▸ **WHAT IS BEING ASKED**
In the data, find each line where the word "SignerFields" appears and list that line.

▸ **THE INPUT**
※

import type { SignatureCheck, SignatureView } from '../../../../shared/schemas/signing';
import { Badge } from '../../../components/Badge';
import { formatDateTime } from '../../../lib/format';

/**
 * Signatures as 21 CFR 11.50 asks them to be shown: printed name, date and time (in the reader's
 * time zone; UTC on hover) and meaning, with the hash that links each to its content (11.70).
 */
export function SignatureList({ signatures, checks }: { signatures: SignatureView[]; checks?: SignatureCheck[] }) {
  if (signatures.length === 0) return <p className="text-sm text-ink-soft">Not signed yet.</p>;
  return (
    <ul className="space-y-3">
      {signatures.map((s) => {
        const check = checks?.find((c) => c.signatureId === s.id);
        return (
          <li key={s.id} className="rounded-md border border-fold px-4 py-3" data-testid="signature">
            <div className="flex flex-wrap items-center gap-2">
              <span className="font-medium">
                {s.role === 'author' ? 'Signed by' : 'Countersigned by'} {s.signer.name}
              </span>
              <time dateTime={s.signedAt} title={`${s.signedAt} (UTC)`} className="text-sm text-ink-soft">
                {formatDateTime(s.signedAt)}
              </time>
              {s.withdrawn && <Badge tone="heron">Withdrawn: page returned</Badge>}
              {check && !check.intact && <Badge tone="ember">Does not match</Badge>}
            </div>
            <p className="mt-1 text-sm italic text-ink">“{s.meaning}”</p>
            <p className="mt-1 break-all font-mono text-xs text-ink-faint" title="SHA-256 of the signed content">
              {s.contentHash}
            </p>
            {check && !check.intact && (
              <ul className="mt-2 list-disc space-y-0.5 pl-5 text-sm text-ember-700">
                {check.changes.map((change) => (
                  <li key={change}>{change}</li>
                ))}
              </ul>
            )}
          </li>
        );
      })}
    </ul>
  );
}
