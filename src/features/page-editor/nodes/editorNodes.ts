import type { Klass, LexicalNode } from 'lexical';
import { textNodes } from '../../../../shared/editor';
import { AttachmentEmbedBlockNode } from './AttachmentEmbedBlockNode';
import { ReagentsBlockNode } from './ReagentsBlockNode';
import { StructureBlockNode } from './StructureBlockNode';

/** shared/editor's page nodes with the blocks in their rendering form. */
export const editorNodes: Klass<LexicalNode>[] = [...textNodes, StructureBlockNode, AttachmentEmbedBlockNode, ReagentsBlockNode];
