import { createColumnHelper } from '@tanstack/react-table';
import type { AuditEventView } from '../../../../shared/schemas/signing';
import { DataTable } from '../../../components/DataTable';
import { ErrorState } from '../../../components/ErrorState';
import { LoadingState } from '../../../components/LoadingState';
import { formatDateTime } from '../../../lib/format';
import { useAuditTrail } from '../api/queries';

const column = createColumnHelper<AuditEventView>();

const eventLabels: Record<string, string> = {
  'page.created': 'Page started',
  'page.retitled': 'Title changed',
  'page.editing_session': 'Editing session',
  'page.signed': 'Signed',
  'countersign.requested': 'Countersignature requested',
  'page.countersigned': 'Countersigned',
  'page.returned': 'Returned with a comment',
  'addendum.signed': 'Addendum signed',
  'addendum.countersigned': 'Addendum countersigned',
  'addendum.returned': 'Addendum returned',
  'signature.failed': 'Failed signature attempt',
  'attachment.added': 'File added',
};

function summary(event: AuditEventView): string {
  const d = event.details as Record<string, unknown>;
  if (typeof d.meaning === 'string') return `“${d.meaning}”`;
  if (typeof d.comment === 'string') return d.comment;
  if (typeof d.supervisorName === 'string') return `to ${d.supervisorName}`;
  if (typeof d.reason === 'string') return String(d.reason).replace(/_/g, ' ');
  if (typeof d.first === 'string' && typeof d.last === 'string') return `${formatDateTime(d.first)} – ${formatDateTime(d.last)}`;
  return '';
}

const columns = [
  column.accessor('occurredAt', { header: 'When', cell: (c) => <time dateTime={c.getValue()} title={`${c.getValue()} (UTC)`}>{formatDateTime(c.getValue())}</time> }),
  column.accessor('type', { header: 'What', cell: (c) => eventLabels[c.getValue()] ?? c.getValue() }),
  column.accessor((e) => e.actor?.name ?? '', { id: 'actor', header: 'Who' }),
  column.accessor(summary, { id: 'details', header: 'Details', enableSorting: false }),
  column.accessor('hash', { header: 'Hash', enableSorting: false, cell: (c) => <span className="font-mono text-xs" title={c.getValue()}>{c.getValue().slice(0, 12)}…</span> }),
];

/** The page's audit trail (21 CFR 11.10(e)) with the chain check and a CSV copy (11.10(b)). */
export function AuditTrailView({ pageId }: { pageId: string }) {
  const trail = useAuditTrail(pageId);
  if (trail.isPending) return <LoadingState label="Reading the audit trail…" />;
  if (trail.isError) return <ErrorState error={trail.error} />;
  return (
    <div className="space-y-3">
      <div className="flex flex-wrap items-center justify-between gap-2 text-sm">
        <span className={trail.data.chain.intact ? 'text-reed-700' : 'text-ember-700'}>
          {trail.data.chain.intact ? `Hash chain verified over ${trail.data.chain.checked} events.` : `Hash chain broken: ${trail.data.chain.problem}`}
        </span>
        <a href={`/api/pages/${encodeURIComponent(pageId)}/audit.csv`} download className="font-medium text-tide-600 hover:underline">
          Download CSV
        </a>
      </div>
      <DataTable data={trail.data.events} columns={columns} caption="Audit trail of this page" getRowId={(e) => String(e.id)} />
    </div>
  );
}
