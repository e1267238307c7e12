import type { JSX } from 'react';
import type { SerializedPartial } from 'lexical';
import { AttachmentEmbedNode, type AttachmentEmbedFields, type SerializedAttachmentEmbedNode } from '../../../../shared/editor';
import { AttachmentEmbedBlock } from '../embeds/AttachmentEmbedBlock';

/** An attached file inside the text; its body comes from the route's `embedRenderers`. */
export class AttachmentEmbedBlockNode extends AttachmentEmbedNode {
  static getType(): string {
    return AttachmentEmbedNode.getType();
  }

  static clone(node: AttachmentEmbedBlockNode): AttachmentEmbedBlockNode {
    return new AttachmentEmbedBlockNode(node.fields(), node.__key);
  }

  static importJSON(json: SerializedPartial<SerializedAttachmentEmbedNode>): AttachmentEmbedBlockNode {
    return new AttachmentEmbedBlockNode().updateFromJSON(json);
  }

  createDOM(): HTMLElement {
    const element = super.createDOM();
    element.className = 'my-4';
    return element;
  }

  decorate(): JSX.Element {
    return <AttachmentEmbedBlock nodeKey={this.getKey()} fields={this.fields()} />;
  }
}

export function $createAttachmentEmbedBlockNode(fields: AttachmentEmbedFields): AttachmentEmbedBlockNode {
  return new AttachmentEmbedBlockNode(fields);
}
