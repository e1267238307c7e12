import { useState } from 'react';
import { Link } from 'react-router-dom';
import type { PageRecord } from '../../../../shared/schemas/signing';
import { Button } from '../../../components/Button';
import { ErrorState } from '../../../components/ErrorState';
import { LoadingState } from '../../../components/LoadingState';
import { Panel } from '../../../components/Panel';
import { formatDateTime } from '../../../lib/format';
import { usePageRecord, useVerification } from '../api/queries';
import { AddendumDialog } from './AddendumDialog';
import { AuditTrailView } from './AuditTrailView';
import { ReviewDialog } from './ReviewDialog';
import { SignatureList } from './SignatureList';
import { SignDialog } from './SignDialog';
import { VerificationState } from './VerificationState';

type Open = { kind: 'sign' } | { kind: 'addendum' } | { kind: 'review'; addendumId: string | null; label: string } | null;

function waitingFor(record: PageRecord, me: { id: string }, addendumId: string | null) {
  return record.requests.find((r) => r.state === 'waiting' && r.addendumId === addendumId && r.supervisor.id === me.id);
}

/**
 * The record under a page: its signatures and their check, the countersign state, returns,
 * addenda, and the audit trail; the actions the signed-in person may take right now.
 */
export function RecordPanel({ pageId, me, onChanged }: { pageId: string; me: { id: string }; onChanged?: () => void }) {
  const record = usePageRecord(pageId);
  const verification = useVerification(pageId);
  const [open, setOpen] = useState<Open>(null);
  const [showTrail, setShowTrail] = useState(false);

  if (record.isPending) return <LoadingState label="Reading the signatures…" />;
  if (record.isError) return <ErrorState error={record.error} />;
  const r = record.data;
  const pageSignatures = r.signatures.filter((s) => s.addendumId === null);
  const pending = r.requests.find((q) => q.state === 'waiting' && q.addendumId === null);
  const lastReturn = r.status === 'draft' ? r.returns.filter((x) => x.addendumId === null).at(-1) : undefined;
  const close = () => setOpen(null);

  return (
    <Panel
      title="Signatures and record"
      className="mt-6"
      actions={
        <div className="flex flex-wrap gap-2">
          {r.can.sign && <Button onClick={() => setOpen({ kind: 'sign' })}>Sign page</Button>}
          {r.can.countersign && waitingFor(r, me, null) && (
            <Button onClick={() => setOpen({ kind: 'review', addendumId: null, label: 'this page' })}>Countersign or return</Button>
          )}
          {r.can.addAddendum && (
            <Button tone="secondary" onClick={() => setOpen({ kind: 'addendum' })}>
              Add addendum
            </Button>
          )}
        </div>
      }
    >
      <div className="space-y-4">
        {verification.data && <VerificationState report={verification.data} />}
        {lastReturn && (
          <div className="rounded-md border border-heron-100 bg-heron-50 px-3 py-2 text-sm text-heron-700">
            Returned by {lastReturn.returnedBy.name} on {formatDateTime(lastReturn.returnedAt)}: “{lastReturn.comment}”
          </div>
        )}
        {pending && (
          <p className="text-sm text-ink-soft" data-testid="countersign-pending">
            Waiting for {pending.supervisor.name}’s countersignature since {formatDateTime(pending.requestedAt)}.
          </p>
        )}
        <SignatureList signatures={pageSignatures} checks={verification.data?.signatures} />

        {r.addenda.map((a) => {
          const waiting = waitingFor(r, me, a.id);
          return (
            <section key={a.id} className="border-t border-fold pt-4" aria-label={`Addendum ${a.number}`}>
              <h3 className="text-sm font-semibold">
                Addendum {a.number} · {formatDateTime(a.createdAt)} · {a.author.name}
              </h3>
              <p className="mt-1 whitespace-pre-wrap text-sm">{a.text}</p>
              <div className="mt-2">
                <SignatureList signatures={r.signatures.filter((s) => s.addendumId === a.id)} checks={verification.data?.signatures} />
              </div>
              {waiting && (
                <Button className="mt-2" tone="secondary" onClick={() => setOpen({ kind: 'review', addendumId: a.id, label: `addendum ${a.number}` })}>
                  Countersign or return addendum {a.number}
                </Button>
              )}
            </section>
          );
        })}

        <div className="flex flex-wrap gap-4 border-t border-fold pt-3 text-sm">
          <button type="button" className="font-medium text-tide-600 hover:underline" aria-expanded={showTrail} onClick={() => setShowTrail((v) => !v)}>
            {showTrail ? 'Hide audit trail' : 'Show audit trail'}
          </button>
          <Link to={`/pages/${pageId}/print`} className="font-medium text-tide-600 hover:underline">
            Print view
          </Link>
          <a href={`/api/pages/${encodeURIComponent(pageId)}/record.pdf`} className="font-medium text-tide-600 hover:underline">
            Download PDF
          </a>
        </div>
        {showTrail && <AuditTrailView pageId={pageId} />}
      </div>

      {open?.kind === 'sign' && <SignDialog pageId={pageId} onClose={close} onChanged={onChanged} />}
      {open?.kind === 'addendum' && <AddendumDialog pageId={pageId} onClose={close} onChanged={onChanged} />}
      {open?.kind === 'review' && <ReviewDialog pageId={pageId} addendumId={open.addendumId} label={open.label} onClose={close} onChanged={onChanged} />}
    </Panel>
  );
}
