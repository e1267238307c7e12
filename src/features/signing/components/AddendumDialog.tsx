import { zodResolver } from '@hookform/resolvers/zod';
import { useId, useState } from 'react';
import { useForm } from 'react-hook-form';
import { addendumSchema, type AddendumInput } from '../../../../shared/schemas/signing';
import { Button } from '../../../components/Button';
import { FormAlert } from '../../../components/FormAlert';
import { SelectField } from '../../../components/FormField';
import { applyServerError } from '../../../lib/forms';
import { SignatureRefused, useAddAddendum, useCountersigners } from '../api/queries';
import { Dialog } from './Dialog';
import { SignerFields } from './SignerFields';

/** A dated note below the signed original, signed like the page; a countersignature is optional. */
export function AddendumDialog({ pageId, onClose, onChanged }: { pageId: string; onClose: () => void; onChanged?: () => void }) {
  const supervisors = useCountersigners(pageId);
  const add = useAddAddendum(pageId, onChanged);
  const [alert, setAlert] = useState<string | null>(null);
  const textId = useId();
  const { register, handleSubmit, setError, formState } = useForm<AddendumInput>({
    resolver: zodResolver(addendumSchema),
    defaultValues: { email: '', password: '', meaning: 'performed', text: '', supervisorId: undefined },
  });
  const submit = handleSubmit((input) => {
    setAlert(null);
    add.mutate(input, {
      onSuccess: onClose,
      onError: (error) =>
        setAlert(error instanceof SignatureRefused ? error.message : applyServerError(error, setError, ['email', 'password', 'meaning', 'text', 'supervisorId'])),
    });
  });
  const options = [{ value: '', label: 'No countersignature' }, ...(supervisors.data ?? []).map((s) => ({ value: s.id, label: s.name }))];
  return (
    <Dialog title="Add a signed addendum" onClose={onClose}>
      <form onSubmit={submit} noValidate className="space-y-4" aria-label="Add a signed addendum">
        <p className="text-sm text-ink-soft">The original page stays as it was signed; the addendum is dated and shown below it.</p>
        <FormAlert message={alert} />
        <div className="space-y-1.5">
          <label htmlFor={textId} className="block text-sm font-medium">
            Addendum
          </label>
          <textarea
            id={textId}
            rows={5}
            className="block w-full rounded-md border border-fold-strong bg-paper-card px-3 py-2 text-sm focus:border-tide-500 focus:outline-none focus:ring-2 focus:ring-tide-200"
            aria-invalid={formState.errors.text ? true : undefined}
            {...register('text')}
          />
          {formState.errors.text && <p className="text-sm text-ember-700">Addendum {formState.errors.text.message}</p>}
        </div>
        <SignerFields role="author" register={register} errors={formState.errors} />
        <SelectField label="Supervisor to countersign (optional)" options={options} {...register('supervisorId', { setValueAs: (v: string) => v || undefined })} />
        <div className="flex justify-end gap-2">
          <Button tone="secondary" onClick={onClose}>
            Cancel
          </Button>
          <Button type="submit" busy={add.isPending}>
            Sign addendum
          </Button>
        </div>
      </form>
    </Dialog>
  );
}
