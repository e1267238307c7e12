import { ErrorState } from '../../../components/ErrorState';
import { LoadingState } from '../../../components/LoadingState';
import { formatDateTime, formatPageNumber } from '../../../lib/format';
import { usePrintRecord } from '../api/queries';
import { SignatureList } from './SignatureList';
import { VerificationState } from './VerificationState';

/** The page laid out for paper: content, addenda, signatures, hash and verification state. */
export function PrintRecordView({ pageId }: { pageId: string }) {
  const print = usePrintRecord(pageId);
  if (print.isPending) return <LoadingState label="Preparing the printable record…" />;
  if (print.isError) return <ErrorState error={print.error} />;
  const p = print.data;
  return (
    <article className="mx-auto max-w-3xl space-y-5 bg-paper-card p-8 print:p-0" aria-label="Printable record">
      <header className="border-b border-fold pb-3">
        <div className="text-sm text-ink-soft">{p.notebookTitle}</div>
        <h1 className="text-xl font-semibold">
          Page {formatPageNumber(p.pageNumber)}: {p.pageTitle}
        </h1>
        <div className="text-sm text-ink-soft">
          Author {p.author} · status {p.status} · printed {formatDateTime(p.printedAt)}
        </div>
      </header>
      <VerificationState report={p.verification} />
      <p className="break-all font-mono text-xs text-ink-faint">Content SHA-256 {p.verification.currentHash}</p>
      <section>
        <h2 className="mb-1 font-semibold">Content</h2>
        <p className="whitespace-pre-wrap text-sm">{p.text || '(no text)'}</p>
      </section>
      {p.structures.length > 0 && (
        <section>
          <h2 className="mb-1 font-semibold">Structures</h2>
          <ul className="text-sm">
            {p.structures.map((s) => (
              <li key={s.key}>
                {s.key}: <span className="font-mono">{s.smiles}</span>
              </li>
            ))}
          </ul>
        </section>
      )}
      {p.attachments.length > 0 && (
        <section>
          <h2 className="mb-1 font-semibold">Files</h2>
          <ul className="text-sm">
            {p.attachments.map((f) => (
              <li key={f.sha256 + f.name}>
                {f.name} ({f.size} bytes) <span className="break-all font-mono text-xs">SHA-256 {f.sha256}</span>
              </li>
            ))}
          </ul>
        </section>
      )}
      {p.addenda.map((a) => (
        <section key={a.id}>
          <h2 className="mb-1 font-semibold">
            Addendum {a.number} · {formatDateTime(a.createdAt)} · {a.author.name}
          </h2>
          <p className="whitespace-pre-wrap text-sm">{a.text}</p>
        </section>
      ))}
      <section>
        <h2 className="mb-2 font-semibold">Signatures</h2>
        <SignatureList signatures={p.signatures} checks={p.verification.signatures} />
      </section>
    </article>
  );
}
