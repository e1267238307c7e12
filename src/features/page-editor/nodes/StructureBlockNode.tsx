import type { JSX } from 'react';
import type { NodeKey, SerializedPartial } from 'lexical';
import { StructureNode, type SerializedStructureNode, type StructureFields } from '../../../../shared/editor';
import { StructureBlock } from '../structure/StructureBlock';

/** The structure block as the browser shows it; fields and type come from shared/editor. */
export class StructureBlockNode extends StructureNode {
  static getType(): string {
    return StructureNode.getType();
  }

  static clone(node: StructureBlockNode): StructureBlockNode {
    return new StructureBlockNode(node.fields(), node.__key);
  }

  static importJSON(json: SerializedPartial<SerializedStructureNode>): StructureBlockNode {
    return new StructureBlockNode().updateFromJSON(json);
  }

  createDOM(): HTMLElement {
    const element = super.createDOM();
    element.className = 'my-4';
    return element;
  }

  decorate(): JSX.Element {
    return <StructureBlock nodeKey={this.getKey()} fields={this.fields()} />;
  }
}

export function $createStructureBlockNode(fields: Omit<StructureFields, 'structureKey'>, key?: NodeKey): StructureBlockNode {
  return new StructureBlockNode({ ...fields, structureKey: crypto.randomUUID() }, key);
}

※

▸ **ANSWER TO THIS TASK**
import { SignerFields } from './SignerFields';
        <SignerFields role="author" register={register} errors={formState.errors} />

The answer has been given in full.